Average APR on store-branded credit card exceeds 30% – are they worth it?
Nov 14, 2024, 10:10 PM | Updated: 10:29 pm
SALT LAKE CITY — At the register when you’re about to pay, saving 15%, 20%, or even 30% on your purchases by opening a credit card with the store sounds like a great deal. But you may want to think twice. Store-branded credit cards will cost you a lot more than a traditional credit card if you’re unable to pay it off right away.
According to new data shared with the KSL Investigators from LendingTree, the average APR for a new store credit card offer is now 30.78%. That’s about a point-and-a-half higher than last year, more than four points higher than in 2022, and a whopping six-and-a-half points higher than in 2021.
“It’s just crazy high,” LendingTree’s Chief Credit Analyst Matt Schulz said.
He said despite rising rates, consumer interest in store cards grew in the past year. Nearly 3 in 10 consumers are at least somewhat likely to apply for a store credit card this holiday shopping season to enjoy the discounts and other perks.
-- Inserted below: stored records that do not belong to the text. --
"""The check by hand: every printed line repeated from the printed figures, by code that knows nothing of the program.

Formulas are evaluated by the tests' own arithmetic, numbers read by the tests' own reader, roots found by SciPy.
"""

from __future__ import annotations

import re
from collections.abc import Iterator
from dataclasses import replace
from decimal import Decimal

import numpy as np
import pytest
from arithmetic import compute
from pages import Figures, figure_of, numbers, parts_within, plain, tables
from scipy.optimize import brentq
from works import NAMES, work

from calc import kinds
from calc.equation import Equation, Expression, Implicit, Literal, Operation, Symbol, linear
from calc.report.document import Document, Formula, Number, Part, Row, Table
from calc.report.numbers import written
from calc.solve.rules import RULES

FEET, GPM = 0.3048**-3, 60 / (231 * 0.0254**3)
"""Cubic feet in a cubic metre; US gallons a minute in one cubic metre a second: 231 cubic inches of 25.4 mm, exact."""
CONVERSIONS = ("number_in_unit", "degrees_celsius", "degrees_fahrenheit")
EVERY = pytest.mark.parametrize("name", NAMES)


def formulas(document: Document) -> Iterator[tuple[Row, Formula]]:
    for held in tables(document):
        for row in held.rows:
            for cell in row.cells:
                for part in parts_within(cell):
                    if isinstance(part, Formula) and part.operands is not None:
                        yield row, part


def repeated(part: Formula) -> float:
    """Put the printed operands into the printed formula."""
    assert part.operands is not None
    values = {name: Figures.read(number.text).value for name, number in part.operands.items()}
    if isinstance(part.law, Implicit):
        text = linear(part.law.residual.expression, lambda name: name)
        unknown = part.law.unknown
        return float(brentq(lambda x: compute(text, {**values, unknown: x}), 1e-4, 10.0, xtol=1e-15))
    return compute(linear(part.law.expression, lambda name: name), values)


def apart(part: Formula) -> float:
    """Return by how many units of its last place the printed result is off; of a bound, the share that is used."""
    assert part.result is not None
    result, again = Figures.read(part.result.text), repeated(part)
    return abs(again) / result.value if result.below else abs(again - result.value) / result.last


@EVERY
def test_every_worked_line_can_be_repeated_from_the_page(name: str) -> None:
    off = {row.address: apart(part) for row, part in formulas(work(name).document)}
    assert len(off) > 10
    assert {address: units for address, units in off.items() if units > 1.001} == {}


def test_a_worked_line_with_one_wrong_figure_is_not_repeated() -> None:
    for _, part in formulas(work("laws").document):
        assert part.result is not None
        figures = Figures.read(part.result.text)
        if not figures.below and figures.value:
            wrong = written(figures.value + 3 * figures.last, kinds.NUMBER, replace(part.result.form, unit=""))
            assert apart(replace(part, result=replace(part.result, text=wrong))) > 1.001


COHERENT = {
    "m": "ft",
    "m/s": "ft/s",
    "m/s²": "ft/s²",
    "m³/s": "ft³/s",
    "m²/s": "ft²/s",
    "Pa": "lbf/ft²",
    "Pa·s": "lbf·s/ft²",
    "kg/m³": "slug/ft³",
    "s/m²": "s/ft²",
}
"""The coherent units of foot, slug and second; pure numbers and kelvin have none of their own."""


def coherent(name: str, law: Equation, symbol: Symbol) -> str:
    """Return the unit of a symbol on a worked line: foot and slug in US packages, unless the law has SI units in it."""
    si = symbol.kind.unit
    in_si = not name.endswith("-us") or re.search(r"[0-9] (m|K|Pa|Pa·s|kg/m³|m³/s)\b", prose(law.expression))
    return si if in_si else COHERENT.get(si, si)


def prose(node: Expression) -> str:
    """Return the numbers of a formula with their units, in any order."""
    match node:
        case Operation(args=args):
            return ", ".join(map(prose, args))
        case Literal(text=text, unit=unit):
            return f"{text} {unit}"
        case _:
            return ""


@EVERY
def test_operands_are_in_coherent_units(name: str) -> None:
    for row, part in formulas(work(name).document):
        if part.law.name in CONVERSIONS:
            continue
        law: Equation = part.law.residual if isinstance(part.law, Implicit) else part.law
        for operand, number in (part.operands or {}).items():
            assert number.form.unit == coherent(name, law, law.takes[operand]), row.address
        assert part.result is not None
        assert part.result.form.unit == coherent(name, law, part.law.gives)


@EVERY
def test_the_value_of_a_worked_line_is_the_result_of_its_formula(name: str) -> None:
    for row, part in formulas(work(name).document):
        value = figure_of(row.cells[1])
        assert value is not None
        assert value == part.result
        assert plain(row.cells[2]) == value.form.unit


def test_every_law_and_regime_is_worked_somewhere() -> None:
    found = {part.law.name for name in NAMES for _, part in formulas(work(name).document)}
    assert found >= {
        *("density", "dynamic_viscosity", "kinematic_viscosity", "vapour_pressure", "atmospheric_pressure"),
        *("flow_each", "mean_velocity", "reynolds_number", "velocity_head", "head_loss", "closing_error"),
        *("colebrook_white", "swamee_jain", "haaland", "fixed", "laminar_factor", "hagen_poiseuille"),
        *("transition_factor", "factor_at_laminar_limit", "darcy_weisbach", "fitting_loss"),
        *("forward_coefficient", "reverse_coefficient", "pressure_head", "pressure", "scaled_value"),
        *("margin_below_limit", "margin_above_limit", "speed", "friction_gradient"),
        *("bend_coefficient", "sudden_widening", "sudden_narrowing", "gradual_widening", "gradual_narrowing"),
        *("steep_narrowing", "coefficient_of_kv", "coefficient_of_cv", "bore_within"),
    }


def terms_of(parts: tuple[Part, ...]) -> list[float]:
    """Read a sum as it stands: ``a + (−b) − (c)``."""
    terms, sign = [], 1.0
    for part in parts:
        if isinstance(part, str) and part.strip() in ("", "+", "−", "+ (", "− (", ")", ".", ","):
            sign = -1.0 if "−" in part else 1.0 if "+" in part else sign
        elif isinstance(part, Number):
            terms.append(sign * Figures.read(part.text).value)
            sign = 1.0
    return terms


@EVERY
def test_the_terms_of_a_sum_add_up_on_paper(name: str) -> None:
    for held in tables(work(name).document):
        for row in held.rows:
            if not plain(row.cells[0]).partition(": Sum")[0].startswith("Sum:"):
                continue
            terms = terms_of(row.cells[0])
            printed = [part for part in row.cells[0] if isinstance(part, Number)]
            value = figure_of(row.cells[1])
            assert value is not None
            total = Figures.read(value.text)
            half = sum(Figures.read(term.text).last / 2 for term in printed) + total.last / 2
            assert abs(sum(terms) - total.value) <= half * 1.001, row.address


def decimal(text: str) -> Decimal:
    return Decimal(text.replace("\u202f", "").replace("−", "-"))


@EVERY
def test_continuity_adds_up_in_the_printed_figures(name: str) -> None:
    document = work(name).document
    balanced = 0
    for held in tables(document, "continuity-"):
        full, printed, last = Decimal(0), Decimal(0), Decimal(1)
        terms = 0
        for row in held.rows:
            if row.tone == "group":
                full, printed, terms = Decimal(0), Decimal(0), 0
                continue
            exact, rounded = figure_of(row.cells[1]), figure_of(row.cells[2])
            assert exact is not None
            assert rounded is not None
            if row.tone == "proved":
                assert decimal(rounded.text) == printed, row.address
                assert abs(full) <= (Decimal("0.5") * terms + 1) * last
                assert exact.text.startswith("<")
                balanced += 1
            else:
                terms += 1
                last = Decimal(1).scaleb(decimal(exact.text).as_tuple().exponent)
                full += decimal(exact.text)
                printed += decimal(rounded.text)
    assert balanced == sum(
        len(work(name).account.project.junctions) for case in work(name).account.cases.values() if case.columns
    )


@EVERY
def test_head_less_losses_is_the_next_head(name: str) -> None:
    document = work(name).document
    walked = 0
    for held in tables(document, "energy-"):
        head: Figures | None = None
        for row in held.rows:
            if row.tone == "group":
                head = None
                continue
            if row.tone == "proved":
                error = figure_of(row.cells[3])
                assert error is not None
                assert error.text.startswith("<")
                continue
            told = figure_of(row.cells[3])
            assert told is not None
            here = Figures.read(told.text)
            if head is not None:
                losses = [figure_of(cell) for cell in row.cells[1:3]]
                lost = sum(Figures.read(loss.text).value for loss in losses if loss is not None)
                assert len([loss for loss in losses if loss is not None]) == 2
                assert abs(head.value - lost - here.value) <= 2.001 * here.last, row.address
                walked += 1
            head = here
    assert walked


@EVERY
def test_margins_follow_from_the_printed_figures(name: str) -> None:
    document, account = work(name).document, work(name).account
    senses = {one.criterion.title: one.criterion.sense for one in account.verdicts}
    judged = [(row, row.cells[2], row.cells[3], row.cells[4], plain(row.cells[0])) for row in first_page(document)]
    for one in account.verdicts:
        for held in tables(document, f"verdicts-{one.id}"):
            judged += [(row, row.cells[2], row.cells[3], row.cells[5], one.criterion.title) for row in held.rows]
    for row, found, limit, margin, title in judged:
        figures = [figure_of(cell) for cell in (found, limit, margin)]
        if None in figures:
            assert "not judged" in plain(row.cells[6])
            continue
        value, bound, left = (Figures.read(number.text) for number in figures if number is not None)
        by_hand = bound.value - value.value if senses[title] == "at most" else value.value - bound.value
        assert abs(by_hand - left.value) <= 1.001 * left.last, row.address


def first_page(document: Document) -> list[Row]:
    return [row for held in tables(document, "criteria") for row in held.rows]


@EVERY
def test_tables_of_a_case_agree_with_themselves(name: str) -> None:
    document = work(name).document
    for held in tables(document, "pipes-"):
        for row in held.rows:
            start, end, lost = (figure_of(row.cells[k]) for k in (2, 4, 5))
            if start and end and lost:
                by_hand = Figures.read(start.text).value - Figures.read(end.text).value
                assert abs(by_hand - Figures.read(lost.text).value) <= 1.5001e-3, row.address
    for held in tables(document, "losses-"):
        heads = [plain(one.head) for one in held.columns]
        places = [heads.index(head) for head in ("friction", "fittings", "loss")]
        for row in held.rows:
            parts = [figure_of(row.cells[k]) for k in places]
            if None not in parts:
                friction, fittings, lost = (Figures.read(part.text).value for part in parts if part is not None)
                assert abs(friction + fittings - lost) <= 1.5001e-3, row.address
    for held in tables(document, "junctions-"):
        for row in held.rows:
            if all(figure_of(row.cells[k]) for k in (1, 2, 3)):
                head, elevation, pressure = (Figures.read(plain(row.cells[k])).value for k in (1, 2, 3))
                assert abs(head - elevation - pressure) <= 1.0001e-3 + 0.0051, row.address


RULE = re.compile(
    r"(?P<rule>[a-z ]+?) on (?P<uses>[\d, ]+?)(?:, s = (?P<step>\S+(?: × \S+)?) (?:m|ft))?(?:; accepted)?"
)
“A store card can be a good deal if you’re 1,000% certain that you can pay that balance off at the end of the month,” Schulz said.
But if you’re someone who tends to carry a balance, it’s going to be a bad deal because any of that money you saved on those purchases will be quickly undone by interest payments.
To be fair, interest rates for most cards have been up since the Fed raised rates.
“Truth is that rates for store cards rose even faster than other types of cards,” Schulz pointed out.
More Americans prefer store cards over “buy now, pay later” offers that some stores are putting out there. But interestingly, LendingTree found the younger the consumer, the stronger the preference for “buy now, pay later.”